4. Summary and Conclusions

This work investigates the hydraulic conductivity of CO₂-carbonated olivine-admixed marine clay for potential use as a liner material in engineered landfills. The AR technique was used to optimize the olivine particle size during the grinding process to get olivine particles in a defined particle size class before treating the marine clay, while RSM was used in designing the experiments, evaluating the results, and optimizing the variables responsible for reducing the hydraulic conductivity of the carbonated olivine-admixed clay. The effects of various factors, including olivine content, carbonation time, and carbonation pressure on the hydraulic conductivity, were studied by ANOVA. The major findings from the study are summarized as follows:

• With increasing olivine content, carbonation time, and pressure, the hydraulic conductivity of the treated-clay decreased. The decrease in the hydraulic conductivity is due to the hydration reaction that resulted in the formation of M-S-H and M-A-H phases. Further hydraulic conductivity reduction is attributed to the formation of more carbonates, including nesquehonite, hydromagnesite, and dypingite.
• The quadratic model was considered the best fitted and non-aliased model between the control factors and response. ANOVA analyses revealed that the main and quadratic effects of olivine content, carbonation time, and carbonation pressure significantly affected the hydraulic conductivity.
• It was found that the predicted values from the model are in strong agreement with their experimental counterparts. Within the set of conditions applied in the current study, the model can be used for prediction.
• Based on the optimization study, the optimum value of the hydraulic conductivity was suggested as 2.0 × 10⁻¹¹ m/s and was attained under the following operating conditions: 24.7% olivine content, 20.1 h carbonation time, and 161 kPa carbonation pressure, with a designated maximum desirability function (D = 1.0).
• Comparative analyses of the hydraulic conductivity reduction of the carbonated samples and cured specimens demonstrate that CO₂-carbonated olivine-admixed soils have a great capacity to sequestrate CO₂ and minimize CO₂ emissions while rapidly decreasing the hydraulic conductivity of soils significantly relative to cured specimens.
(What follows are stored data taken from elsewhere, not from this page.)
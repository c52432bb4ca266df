// Numbers as people type them into forms: by the marks of their locale ("2,050" is two
// thousand and fifty in en-US, "2.050" in de-DE, "2 050" in fr-FR). Text that two common
// conventions would read as two different numbers is refused with both readings, never
// guessed. Forms only: fleet files and the command line keep plain JSON numbers.

/** The marks a locale writes numbers with, as Intl.NumberFormat prints them. */
export interface NumberMarks {
  readonly locale: string;
  /** "." or "," (any other mark is read as one of these two). */
  readonly decimal: string;
  /** ",", ".", a space or an apostrophe ("'"); spaces and apostrophes are normalised. */
  readonly group: string;
  /** Groups of two above the first thousand (12,34,567), as in en-IN. */
  readonly indianGrouping: boolean;
}

/** Locales a user can choose for numbers; '' follows the system's. */
export const NUMBER_LOCALE_TAGS = ['', 'en-US', 'en-GB', 'en-IN', 'de-DE', 'de-CH', 'fr-FR', 'es-ES', 'it-IT', 'nl-NL', 'pt-BR', 'sv-SE', 'pl-PL'] as const;

export type ParsedNumber = { kind: 'empty' } | { kind: 'number'; value: number } | { kind: 'refused'; message: string };

const SPACES = /[\s\u00a0\u2007\u2009\u202f]/gu;
const APOSTROPHES = /['\u2019\u02bc\u2032]/gu;
const MINUS = /^[-\u2212\u2012\u2013]/u;

function normaliseGroup(mark: string): string {
  if (mark.replace(SPACES, '') === '') return ' ';
  if (mark.replace(APOSTROPHES, '') === '') return "'";
  return mark;
}

const marksCache = new Map<string, NumberMarks>();

/** Reads the decimal and group marks of a locale from Intl's own formatting (Latin digits). */
export function numberMarks(locale: string): NumberMarks {
  const cached = marksCache.get(locale);
  if (cached) return cached;
  let format: Intl.NumberFormat;
  try {
    format = new Intl.NumberFormat(locale, { numberingSystem: 'latn', useGrouping: true });
  } catch {
    format = new Intl.NumberFormat('en-US');
  }
  const parts = format.formatToParts(1234567.5);
  const decimal = parts.find((p) => p.type === 'decimal')?.value ?? '.';
  const group = normaliseGroup(parts.find((p) => p.type === 'group')?.value ?? (decimal === ',' ? '.' : ','));
  const integers = parts.filter((p) => p.type === 'integer').map((p) => p.value);
  const marks: NumberMarks = {
    locale: format.resolvedOptions().locale,
    decimal: decimal === ',' || decimal === '.' ? decimal : decimal === '\u066b' ? '.' : '.',
    group,
    indianGrouping: integers.length === 3 && integers[0] === '12' && integers[1] === '34',
  };
  marksCache.set(locale, marks);
  return marks;
}

const plain = (n: number): string => String(n);

/** A number in the locale's marks, without thousands marks. */
function local(n: number, marks: NumberMarks): string {
  return new Intl.NumberFormat(marks.locale, { numberingSystem: 'latn', useGrouping: false, maximumFractionDigits: 20 }).format(n);
}

/** Groups split by group marks: the first 1–3 digits (1–2 for Indian), the rest 3 (Indian: 2, then 3 last). */
function validGroups(groups: readonly string[], indian: boolean): boolean {
  if (groups.length < 2) return false;
  const [first, ...rest] = groups;
  if (!first || !/^\d{1,3}$/u.test(first) || (first.length > 1 && first.startsWith('0')) || first === '0') return false;
  const western = rest.every((g) => /^\d{3}$/u.test(g));
  if (western) return true;
  if (!indian) return false;
  const last = rest[rest.length - 1];
  return /^\d{1,2}$/u.test(first) && last !== undefined && /^\d{3}$/u.test(last) && rest.slice(0, -1).every((g) => /^\d{2}$/u.test(g));
}

const markName = (m: string): string => (m === ' ' ? 'a space' : m === "'" ? 'an apostrophe' : `“${m}”`);

/**
 * Parses what a user typed into a number field. `marks` come from `numberMarks(locale)`.
 * Refusals say how the text was read and what to type instead.
 */
export function parseNumberText(input: string, marks: NumberMarks): ParsedNumber {
  let text = input.trim();
  if (text === '') return { kind: 'empty' };
  if (/^[-+]?0[xob]/iu.test(text)) return { kind: 'refused', message: `“${text}” is not a decimal number: type the value in plain digits` };
  if (/\d\s*e\s*[-+]?\d/iu.test(text)) return { kind: 'refused', message: `“${text}” uses an exponent: type the digits out (for example 1000000, not 1e6)` };
  let sign = 1;
  if (MINUS.test(text)) {
    sign = -1;
    text = text.slice(1).trimStart();
  } else if (text.startsWith('+')) text = text.slice(1).trimStart();
  // Spaces and apostrophes only ever group digits; every kind of space reads the same.
  const body = text.replace(SPACES, ' ').replace(APOSTROPHES, "'");
  if (!/^[\d.,' ]+$/u.test(body) || !/\d/u.test(body)) return { kind: 'refused', message: `“${input.trim()}” is not a number` };
  const value = (digits: string): ParsedNumber => ({ kind: 'number', value: sign * Number(digits) || 0 });
  const marksUsed = [...body].filter((c) => !/\d/u.test(c));
  const kinds = [...new Set(marksUsed)];

  if (kinds.length === 0) return value(body);

  const localDecimal = marks.decimal;
  const both = (mark: string, asDecimal: number, asGroup: number) =>
    `“${input.trim()}” is ambiguous: with ${markName(mark)} as the decimal mark it reads ${local(sign * asDecimal, marks)}, as a thousands mark ${local(sign * asGroup, marks)}. Type ${local(sign * asDecimal, marks)} or ${local(sign * asGroup, marks)}`;

  // One kind of mark.
  if (kinds.length === 1) {
    const mark = kinds[0]!;
    const groups = body.split(mark);
    if (mark === ' ' || mark === "'") {
      if (validGroups(groups, marks.indianGrouping)) return value(groups.join(''));
      return { kind: 'refused', message: `“${input.trim()}”: ${markName(mark)} may only separate groups of three digits (as in 2 050)` };
    }
    if (groups.length > 2) {
      // Several of one mark can only be thousands marks.
      if (mark === localDecimal) return { kind: 'refused', message: `“${input.trim()}” has more than one decimal mark ${markName(mark)}` };
      if (validGroups(groups, marks.indianGrouping)) return value(groups.join(''));
      return { kind: 'refused', message: `“${input.trim()}”: thousands marks ${markName(mark)} must separate groups of three digits` };
    }
    const [whole = '', fraction = ''] = groups;
    const decimalReading = `${whole === '' ? '0' : whole}.${fraction}`;
    if (fraction === '') {
      if (whole === '') return { kind: 'refused', message: `“${input.trim()}” is not a number` };
      return value(whole);
    }
    const couldGroup = validGroups(groups, marks.indianGrouping);
    if (!couldGroup) return value(decimalReading); // "2,5" or "0.050": only a decimal reading exists
    if (mark === marks.group) return value(groups.join(''));
    // The printed specs of the trade group thousands with ",": in a decimal-comma locale
    // "2,050" may be a copied Kv of two thousand and fifty.
    if (mark === localDecimal && mark === '.') return value(decimalReading);
    return { kind: 'refused', message: both(mark, Number(decimalReading), Number(groups.join(''))) };
  }

  // Two kinds of mark: the last one is the decimal mark, every earlier one a thousands mark.
  const decimalMark = marksUsed[marksUsed.length - 1]!;
  const groupMarks = kinds.filter((k) => k !== decimalMark);
  if (groupMarks.length !== 1 || marksUsed.filter((m) => m === decimalMark).length !== 1) {
    return { kind: 'refused', message: `“${input.trim()}” mixes marks in a way that does not read as one number` };
  }
  const groupMark = groupMarks[0]!;
  const cut = body.lastIndexOf(decimalMark);
  const intPart = body.slice(0, cut);
  const fraction = body.slice(cut + 1);
  const groups = intPart.split(groupMark);
  const shapeOk = (decimalMark === '.' || decimalMark === ',') && /^\d*$/u.test(fraction) && validGroups(groups, marks.indianGrouping);
  const localGroupOk = groupMark === marks.group || groupMark === ' ' || groupMark === "'";
  if (shapeOk && decimalMark === localDecimal && localGroupOk) return value(`${groups.join('')}.${fraction}`);
  const example = new Intl.NumberFormat(marks.locale, { numberingSystem: 'latn', maximumFractionDigits: 20 }).format(1234.5);
  if (shapeOk) {
    return {
      kind: 'refused',
      message: `“${input.trim()}” uses ${markName(groupMark)} for thousands and ${markName(decimalMark)} for decimals, but numbers here are written ${example}: if you mean ${plain(sign * Number(`${groups.join('')}.${fraction}`))}, type ${local(sign * Number(`${groups.join('')}.${fraction}`), marks)}`,
    };
  }
  return { kind: 'refused', message: `“${input.trim()}” mixes marks in a way that does not read as one number (numbers here are written ${example})` };
}

/**
 * A value written for an input box in the locale's marks, without thousands marks, and so
 * that it parses back to itself: a comma-decimal locale's "1,125" would read as ambiguous,
 * so it is written "1,1250".
 */
export function numberForInput(value: number, marks: NumberMarks): string {
  const text = String(value);
  if (!/^-?\d+(\.\d+)?$/u.test(text)) return local(value, marks);
  const [whole = '', fraction] = text.replace('-', '').split('.');
  let out = fraction === undefined ? whole : `${whole}${marks.decimal}${fraction}`;
  if (fraction !== undefined && fraction.length === 3 && marks.decimal !== '.' && validGroups([whole, fraction], marks.indianGrouping)) out += '0';
  return value < 0 ? `-${out}` : out;
}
In summary, CO₂-carbonation and olivine blend have proven to be a sustainable technique to reduce the hydraulic conductivity of marine clay, while employing the AR technique to optimize the olivine particle size and RSM to design the experiment and obtain optimum operating conditions in achieving maximum hydraulic conductivity reduction. The results indicate that the carbonated olivine-admixed clay can be used as a liner material in engineered landfills with the potential of sequestering landfill CO₂. However, the above results are based mainly on the outcome of laboratory experiments under limited operating conditions. Hence, future studies are recommended to extend the tests to a broader range of conditions and to carry out prototype and field trials to establish techniques for its in-situ application. Consequently, it might also provide a clue on the cost-estimate of the technique. Moreover, studies are also recommended considering the application of this carbonation technique to soil specimens prone to cracking and using leachate as the permeating fluid. Finally, future studies are also recommended to elucidate this hydraulic conductivity reduction through microstructural investigations.